Posts
Comments
1: My understanding is the classic arguments go something like: Assume interpretability won't work (illegible CoT, probes don't catch most problematic things). Assume we're training our AI on diverse tasks and human feedback. It'll sometimes get reinforced for deception. Assume useful proxy goals for solving tasks become drives that the AI comes up with instrumental strategies to achieve. Deception is often a useful instrumental strategy. Assume that alien or task focused drives win out over potential honesty etc drives because they're favoured by inductive biases. You get convergent deception.
I'm guessing you have interpretability working as th main crux and together with inductive biases for nice behaviours potentially winning it drives this story to low probability. Is that right?
A different story with interpretability at least somewhat working would be the following:
We again have deception by default because of human reinforcement for sycophancy and looking like solving problems (like in o3) as well as because of inductive biases for alien goals.
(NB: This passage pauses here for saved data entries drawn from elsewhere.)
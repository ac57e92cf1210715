// The malformed-input corpus (tests/data/bad/EXPECTED): each file must fail with exactly the
// listed message, both through load_collection and through the built `kith check` (exit 3);
// every good file must pass `kith check` with exit 0.
#include <doctest/doctest.h>

#include <filesystem>
#include <fstream>
#include <set>
#include <sstream>
#include <sys/wait.h>

#include "solver/io/collection.h"
#include "tests/approx.h"

namespace {

namespace fs = std::filesystem;
const std::string kBad = std::string(KITH_TEST_DATA) + "/bad";
const std::string kGood = std::string(KITH_TEST_DATA) + "/good";

struct Case {
  std::string file, args, message;
};

std::vector<Case> read_expected() {
  std::ifstream in(kBad + "/EXPECTED");
  REQUIRE(in.good());
  std::vector<Case> cases;
  std::string line;
  while (std::getline(in, line)) {
    if (line.empty() || line[0] == '#') continue;
    const size_t a = line.find('\t'), b = line.find('\t', a + 1);
    REQUIRE_MESSAGE(b != std::string::npos, "EXPECTED line without two tabs: " << line);
    cases.push_back({line.substr(0, a), line.substr(a + 1, b - a - 1), line.substr(b + 1)});
    if (cases.back().args == "-") cases.back().args.clear();
  }
  return cases;
}

kith::LoadOptions options_from(const std::string& args) {
  kith::LoadOptions o;
  std::istringstream in(args);
  std::string key, value;
  while (in >> key >> value) {
    if (key == "--id") o.id_column = value;
    else if (key == "--tags") o.tags_csv = kBad + "/" + value;
    else if (key == "--pictures") o.picture_column = value;
    else if (key == "--exclude") {
      std::istringstream parts(value);
      std::string part;
      while (std::getline(parts, part, ',')) o.exclude.push_back(part);
    } else FAIL("unknown option in EXPECTED: " << key);
  }
  return o;
}

struct Run {
  int exit_code = -1;
  std::string out, err;
};

// Runs `kith ARGS` in FOLDER, capturing stdout and stderr through files.
Run run_kith(const std::string& folder, const std::string& args) {
  const std::string tmp = kith::test::temp_dir("corpus-run");
  const std::string command = "cd '" + folder + "' && '" + std::string(KITH_BINARY) + "' " + args + " >'" + tmp +
                              "/out' 2>'" + tmp + "/err'";
  const int status = std::system(command.c_str());
  Run r;
  r.exit_code = WIFEXITED(status) ? WEXITSTATUS(status) : -1;
  auto slurp = [](const std::string& path) {
    std::ifstream f(path);
    return std::string(std::istreambuf_iterator<char>(f), {});
  };
  r.out = slurp(tmp + "/out");
  r.err = slurp(tmp + "/err");
  return r;
}

}  // namespace

TEST_CASE("every malformed file fails the loader with its exact message") {
  const auto cases = read_expected();
  CHECK(cases.size() >= 30);
  for (const Case& c : cases) {
    CAPTURE(c.file);
    std::string got = "(no error)";
    try {
      kith::load_collection(kBad + "/" + c.file, options_from(c.args));
    } catch (const kith::LoadError& e) {
      got = e.problem().str();
      for (size_t at; (at = got.find(kBad + "/")) != std::string::npos;) got.erase(at, kBad.size() + 1);
    }
    CHECK(got == c.message);
  }
}

TEST_CASE("every file in the corpus folder has an expected message") {
  std::set<std::string> listed;
  for (const Case& c : read_expected()) listed.insert(c.file);
  for (const auto& entry : fs::directory_iterator(kBad)) {
    const std::string name = entry.path().filename().string();
    if (name == "EXPECTED") continue;
    CHECK_MESSAGE(listed.count(name) == 1, name << " is not listed in tests/data/bad/EXPECTED");
  }
}

TEST_CASE("kith check exits 3 with file:line:column and the cause on each malformed file") {
  for (const Case& c : read_expected()) {
    CAPTURE(c.file);
    const Run r = run_kith(kBad, "check " + c.file + " " + c.args);
    CHECK(r.exit_code == 3);
    CHECK(r.err == c.message + "\n");
    CHECK(r.out.empty());
  }
}

TEST_CASE("kith check exits 0 on good files and reports what it found") {
  for (const char* file : {"quoting.csv", "crlf_bom.csv", "tabs.tsv", "no_id.csv", "constant_column.csv",
                           "pictures.csv", "small_v1.npy", "small_v2_f4.npy", "small_v3_1d.npy"}) {
    CAPTURE(file);
    const Run r = run_kith(kGood, std::string("check ") + file);
    CHECK(r.exit_code == 0);
    CHECK(r.err.empty());
    CHECK(r.out.find("ok: 3 items") != std::string::npos);
  }
  const Run tagged = run_kith(kGood, "check small_v1.npy --tags small_tags.csv");
  CHECK(tagged.exit_code == 0);
  CHECK(tagged.out.find("id column:       id") != std::string::npos);
  CHECK(tagged.out.find("tag columns:     1 (family: 2 values)") != std::string::npos);
  const Run pictures = run_kith(kGood, "check pictures.csv");
  CHECK(pictures.out.find("picture column:  picture") != std::string::npos);
  CHECK(pictures.out.find("warnings:        1") != std::string::npos);
}

TEST_CASE("kith check: usage errors exit 2, --help exits 0") {
  CHECK(run_kith(kGood, "check").exit_code == 2);
  CHECK(run_kith(kGood, "check quoting.csv --bogus").exit_code == 2);
  CHECK(run_kith(kGood, "check quoting.csv --id").exit_code == 2);
  CHECK(run_kith(kGood, "check a.csv b.csv").exit_code == 2);
  CHECK(run_kith(kGood, "check quoting.csv --tags small_tags.csv").exit_code == 2);
  const Run help = run_kith(kGood, "check --help");
  CHECK(help.exit_code == 0);
  CHECK(help.out.find("usage: kith check ITEMS") != std::string::npos);
  const Run missing = run_kith(kGood, "check nowhere.csv");
  CHECK(missing.exit_code == 3);
  CHECK(missing.err == "nowhere.csv: cannot open: No such file or directory\n");
}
However this time our interpretability methods work and since the AI is smart enough to know when it's deceptive we can catch correlates of that representation with interpretability techniques.
Within the project developing the AI, the vibes and compute commitments are that the main goal is to go fast and outcompete others and a secondary goals is to be safe which gets maybe 1-10% of resources. So then as we go along we have the deception monitors constantly going off. People debate on what they should do about it. They come to the conclusion that they can afford to do some amount of control techniques and resample the most deceptive outputs, investigate more etc but mostly still use the model. They then find various training techniques that don't directly train on their deception classifier but are evaluated against it and train on some subset of the classifications of another detector which leads to reducing deception without fixing the underlying problem of reinforcement and inductive biases. The probes have been optimized against and stop being useful. We're in the first scenario of interp not working now.
What are your thoughts in this scenario?
2: Assume that the AIs are aligned in the sense of following the spirit of a constitution and a reward process involving a bunch of human feedback. Assume the companies / projects deploying them have as their main goals to increase their power with constraints on not looking bad to peers etc. I'm not sure they'd use the AIs in such a way that the AIs push back on their orders to make them more powerful because they're aligned to a constitution or similar that makes them push for a nicer society with coordination mechanisms etc. I do agree that very likely the main projects will ask their AIs to set up coordination between them to stay in power and to have enough breathing room to do that. We wouldn't have full on gradual disempowerment there but instead a concentration of power. So then possibly because there's ideological pressure not to have concentration of power people will prevent the setup of these coordination mechanisms in general and we get a distributed AI world with AIs aligned to individual users and constitutions, but unable to help them with setting up coordination mechanisms.
I think we're unlikely to block coordination mechanisms (ie China is already pretty centralised and probably wouldn't do that within itself), but still curious about your thoughts on this.
We can also construct an analogous simplicity argument for overfitting:
Overfitting networks are free to implement a very simple function— like the identity function or a constant function— outside the training set, whereas generalizing networks have to exhibit complex behaviors on unseen inputs. Therefore overfitting is simpler than generalizing, and it will be preferred by SGD.
Prima facie, this parody argument is about as plausible as the simplicity argument for scheming. Since its conclusion is false, we should reject the argumentative form on which it is based.
As far as I understood people usually talk about simplicity biases based on the volume of basins in parameter space. So the response would be that overfitting takes up more parameters than other (probably smaller desciption length) algorithms and therefore has smaller basins.
I'm curious if you endore or reject this way of defining simplicity based on the size of basins of a set of similar algorithms?
The way I'm currently thinking about this is:
- Assume we are training end to end on tasks that require our network to do deep reasoning that requires multiple steps and high frequency functions for generating dramatically new outputs based on updated understanding of science etc (We are not monitoring the CoT or using a large net that emulates CoT internally without good interpretability).
- Then the basins of the schemers that use the least parameters are large parts of the parameter space. The basins of harmless nets with few parameters are large parts as well. Gradient descent will select the one that is larger.
- I don't understand gradient descent inductive biases well enough to have strong intuitions which would be larger. So I end up feeling something like each could happen, I'd bet 60% the least parameter schemers is larger since there's maybe slightly less space for encoding of the harmlessness needed. In that case I'd expect 99%+ probability of a schemer. In the harmless basins are larger case 99%+ of a harmless model.
I suppose this isn't exactly a counting argument, because I think that evidence about inductive biases will quickly overcome any such argument and I'm agnostic what evidence I will recieve since I'm not very knowledgable about it and other people seem to disagree a bunch.
Is my reasoning here flawed in some obvious way?
Also I appreciated the example of the cortices doing reasonably intelligent stuff without seemingly doing any scheming which makes me more hopeful an AGI system with interpretable CoT made up of a bunch of cortex level subnets with some control techniques would be sufficient to strongly accelerate the construction of a global xrisk defense system.